_Work request_:
Scan the data below and copy each line where "result" occurs.

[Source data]
================================

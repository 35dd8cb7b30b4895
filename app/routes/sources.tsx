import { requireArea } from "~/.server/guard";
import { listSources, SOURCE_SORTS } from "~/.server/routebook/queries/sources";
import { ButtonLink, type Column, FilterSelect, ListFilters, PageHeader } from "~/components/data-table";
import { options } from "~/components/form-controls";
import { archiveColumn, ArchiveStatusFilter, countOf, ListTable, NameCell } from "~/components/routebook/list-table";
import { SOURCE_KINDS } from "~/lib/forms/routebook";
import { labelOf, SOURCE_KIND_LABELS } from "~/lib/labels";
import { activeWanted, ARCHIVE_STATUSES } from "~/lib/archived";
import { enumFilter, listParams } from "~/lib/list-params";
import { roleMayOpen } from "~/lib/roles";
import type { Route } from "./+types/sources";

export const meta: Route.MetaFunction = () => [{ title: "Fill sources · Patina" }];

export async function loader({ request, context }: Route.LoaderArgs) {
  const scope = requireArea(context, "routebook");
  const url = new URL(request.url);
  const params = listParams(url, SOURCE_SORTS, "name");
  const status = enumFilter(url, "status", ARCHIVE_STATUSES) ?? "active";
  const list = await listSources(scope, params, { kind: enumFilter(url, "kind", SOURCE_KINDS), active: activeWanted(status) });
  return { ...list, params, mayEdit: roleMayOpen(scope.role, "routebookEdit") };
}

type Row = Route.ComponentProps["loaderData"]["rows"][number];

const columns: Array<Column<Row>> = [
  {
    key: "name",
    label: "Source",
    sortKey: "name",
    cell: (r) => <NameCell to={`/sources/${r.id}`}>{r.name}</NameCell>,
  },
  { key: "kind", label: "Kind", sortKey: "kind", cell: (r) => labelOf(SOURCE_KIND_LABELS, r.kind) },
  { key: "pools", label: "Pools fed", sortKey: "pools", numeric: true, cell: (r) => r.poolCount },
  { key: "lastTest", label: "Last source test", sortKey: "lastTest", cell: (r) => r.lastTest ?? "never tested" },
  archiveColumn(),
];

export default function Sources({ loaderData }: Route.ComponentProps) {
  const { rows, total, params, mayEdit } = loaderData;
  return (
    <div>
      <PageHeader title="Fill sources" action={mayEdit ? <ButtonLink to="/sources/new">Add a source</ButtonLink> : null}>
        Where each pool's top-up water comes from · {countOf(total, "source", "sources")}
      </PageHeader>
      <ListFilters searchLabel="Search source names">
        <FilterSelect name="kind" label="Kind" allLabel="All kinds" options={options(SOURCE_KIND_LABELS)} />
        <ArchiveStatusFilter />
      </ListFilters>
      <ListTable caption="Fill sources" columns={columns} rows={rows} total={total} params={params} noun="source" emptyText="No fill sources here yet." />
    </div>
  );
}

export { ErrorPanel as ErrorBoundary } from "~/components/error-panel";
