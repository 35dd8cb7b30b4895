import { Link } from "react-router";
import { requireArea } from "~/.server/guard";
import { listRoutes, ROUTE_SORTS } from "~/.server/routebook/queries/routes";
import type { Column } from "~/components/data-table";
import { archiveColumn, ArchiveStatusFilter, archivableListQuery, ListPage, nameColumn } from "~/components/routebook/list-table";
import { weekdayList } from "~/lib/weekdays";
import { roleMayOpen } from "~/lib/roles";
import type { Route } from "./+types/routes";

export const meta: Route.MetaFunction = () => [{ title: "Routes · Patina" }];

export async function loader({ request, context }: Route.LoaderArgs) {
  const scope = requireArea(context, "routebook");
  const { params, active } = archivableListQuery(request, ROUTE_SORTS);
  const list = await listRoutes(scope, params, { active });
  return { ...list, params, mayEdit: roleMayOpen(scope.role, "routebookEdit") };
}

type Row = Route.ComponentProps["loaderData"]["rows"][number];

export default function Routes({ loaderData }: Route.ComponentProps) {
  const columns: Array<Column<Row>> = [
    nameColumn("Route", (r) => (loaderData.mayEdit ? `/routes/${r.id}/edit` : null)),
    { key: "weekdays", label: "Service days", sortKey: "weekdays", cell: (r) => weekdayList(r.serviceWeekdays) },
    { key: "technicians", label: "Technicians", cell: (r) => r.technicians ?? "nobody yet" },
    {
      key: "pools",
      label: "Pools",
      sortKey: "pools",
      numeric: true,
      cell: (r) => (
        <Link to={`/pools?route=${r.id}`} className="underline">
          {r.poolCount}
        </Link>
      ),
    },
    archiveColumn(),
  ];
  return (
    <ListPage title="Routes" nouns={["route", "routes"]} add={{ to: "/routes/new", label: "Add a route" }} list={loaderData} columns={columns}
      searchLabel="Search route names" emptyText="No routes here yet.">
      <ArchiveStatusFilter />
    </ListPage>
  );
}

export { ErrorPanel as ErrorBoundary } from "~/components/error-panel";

================================

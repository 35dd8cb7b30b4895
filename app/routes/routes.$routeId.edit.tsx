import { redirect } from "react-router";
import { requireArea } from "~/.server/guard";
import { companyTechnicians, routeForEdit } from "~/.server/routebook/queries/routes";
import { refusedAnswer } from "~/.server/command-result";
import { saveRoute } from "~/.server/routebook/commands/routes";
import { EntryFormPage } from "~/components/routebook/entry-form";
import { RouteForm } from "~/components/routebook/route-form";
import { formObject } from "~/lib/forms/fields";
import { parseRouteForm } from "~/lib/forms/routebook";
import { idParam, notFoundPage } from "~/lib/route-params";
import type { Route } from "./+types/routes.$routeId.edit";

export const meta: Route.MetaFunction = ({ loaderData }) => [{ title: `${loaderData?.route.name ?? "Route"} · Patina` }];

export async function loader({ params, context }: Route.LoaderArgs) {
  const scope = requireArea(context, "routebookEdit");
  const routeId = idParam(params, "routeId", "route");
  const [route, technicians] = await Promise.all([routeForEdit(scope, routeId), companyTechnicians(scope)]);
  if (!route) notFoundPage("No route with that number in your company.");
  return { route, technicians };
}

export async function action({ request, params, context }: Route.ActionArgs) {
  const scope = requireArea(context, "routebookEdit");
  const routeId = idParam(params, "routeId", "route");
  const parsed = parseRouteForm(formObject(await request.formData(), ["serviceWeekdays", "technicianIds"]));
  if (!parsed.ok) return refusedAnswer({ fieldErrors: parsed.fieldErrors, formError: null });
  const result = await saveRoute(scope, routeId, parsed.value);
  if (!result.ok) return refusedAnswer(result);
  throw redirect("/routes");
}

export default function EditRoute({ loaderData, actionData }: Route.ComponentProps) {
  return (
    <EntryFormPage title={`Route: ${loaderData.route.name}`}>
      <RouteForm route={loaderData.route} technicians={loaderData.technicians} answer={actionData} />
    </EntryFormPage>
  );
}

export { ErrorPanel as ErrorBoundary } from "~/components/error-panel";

================================

_Exercise solution_:
import { refusedAnswer } from "~/.server/command-result";
  const result = await saveRoute(scope, routeId, parsed.value);
  if (!result.ok) return refusedAnswer(result);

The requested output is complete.